- _Problem description_:
The response should be the data again, identical in every line.

[Input data Boundary: Start]

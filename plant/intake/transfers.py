"""A transfer file, or one transfer typed at a desk: product moved from one vessel to another."""

from __future__ import annotations

from plant.intake import deliveries
from plant.intake import ground as grounds
from plant.intake.cells import Cells, Unreadable
from plant.stock import models

REQUIRED = ("timestamp", "from_vessel", "to_vessel", "quantity", "unit", "carrier_water_L")
OPTIONAL = ("note", "quantity_sd_pct")


def read(cells: dict[str, str], ground: grounds.Ground) -> models.Transfer:
    """An unsaved transfer from the cells of one line. Raises cells.Unreadable.

    A day tank may hold another product than the bulk tank (a dilution of it), so only the vessels themselves are checked.
    """
    line = Cells(cells, ground)
    moment = line.moment("timestamp")
    source = line.code("from_vessel", "vessel", moment.at)
    target = line.code("to_vessel", "vessel", moment.at)
    if source == target:
        raise Unreadable("to_vessel", f"from {source} to {target}", "two different vessels")
    unit = line.choice("unit", deliveries.UNITS)
    if not unit:
        raise Unreadable("unit", "no unit", "one of: " + ", ".join(deliveries.UNITS))
    sd_pct = line.number("quantity_sd_pct", high=50)
    return models.Transfer(
        taken_at=moment.at,
        date_only=moment.date_only,
        from_vessel=source,
        to_vessel=target,
        quantity=line.needed("quantity", above=True),
        unit=unit,
        quantity_sd_pct=0.5 if sd_pct is None else sd_pct,
        carrier_water_l=line.number("carrier_water_L") or 0.0,
        note=line.text("note", 2000),
        marks=[],
    )


def key_of(transfer: models.Transfer) -> tuple[object, ...]:
    """What makes two lines speak of the same movement."""
    return transfer.taken_at, transfer.date_only, transfer.from_vessel, transfer.to_vessel


VALUES = ("quantity", "unit", "quantity_sd_pct", "carrier_water_l")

[Input data Boundary: End]

- _Solution to the problem_:
filename plant/intake/transfers.py
"""A transfer file, or one transfer typed at a desk: product moved from one vessel to another."""

from __future__ import annotations

from plant.intake import deliveries
from plant.intake import ground as grounds
from plant.intake.cells import Cells, Unreadable
from plant.stock import models

REQUIRED = ("timestamp", "from_vessel", "to_vessel", "quantity", "unit", "carrier_water_L")
OPTIONAL = ("note", "quantity_sd_pct")


def read(cells: dict[str, str], ground: grounds.Ground) -> models.Transfer:
    """An unsaved transfer from the cells of one line. Raises cells.Unreadable.

    A day tank may hold another product than the bulk tank (a dilution of it), so only the vessels themselves are checked.
    """
    line = Cells(cells, ground)
    moment = line.moment("timestamp")
    source = line.code("from_vessel", "vessel", moment.at)
    target = line.code("to_vessel", "vessel", moment.at)
    if source == target:
        raise Unreadable("to_vessel", f"from {source} to {target}", "two different vessels")
    unit = line.choice("unit", deliveries.UNITS)
    if not unit:
        raise Unreadable("unit", "no unit", "one of: " + ", ".join(deliveries.UNITS))
    sd_pct = line.number("quantity_sd_pct", high=50)
    return models.Transfer(
        taken_at=moment.at,
        date_only=moment.date_only,
        from_vessel=source,
        to_vessel=target,
        quantity=line.needed("quantity", above=True),
        unit=unit,
        quantity_sd_pct=0.5 if sd_pct is None else sd_pct,
        carrier_water_l=line.number("carrier_water_L") or 0.0,
        note=line.text("note", 2000),
        marks=[],
    )


def key_of(transfer: models.Transfer) -> tuple[object, ...]:
    """What makes two lines speak of the same movement."""
    return transfer.taken_at, transfer.date_only, transfer.from_vessel, transfer.to_vessel


VALUES = ("quantity", "unit", "quantity_sd_pct", "carrier_water_l")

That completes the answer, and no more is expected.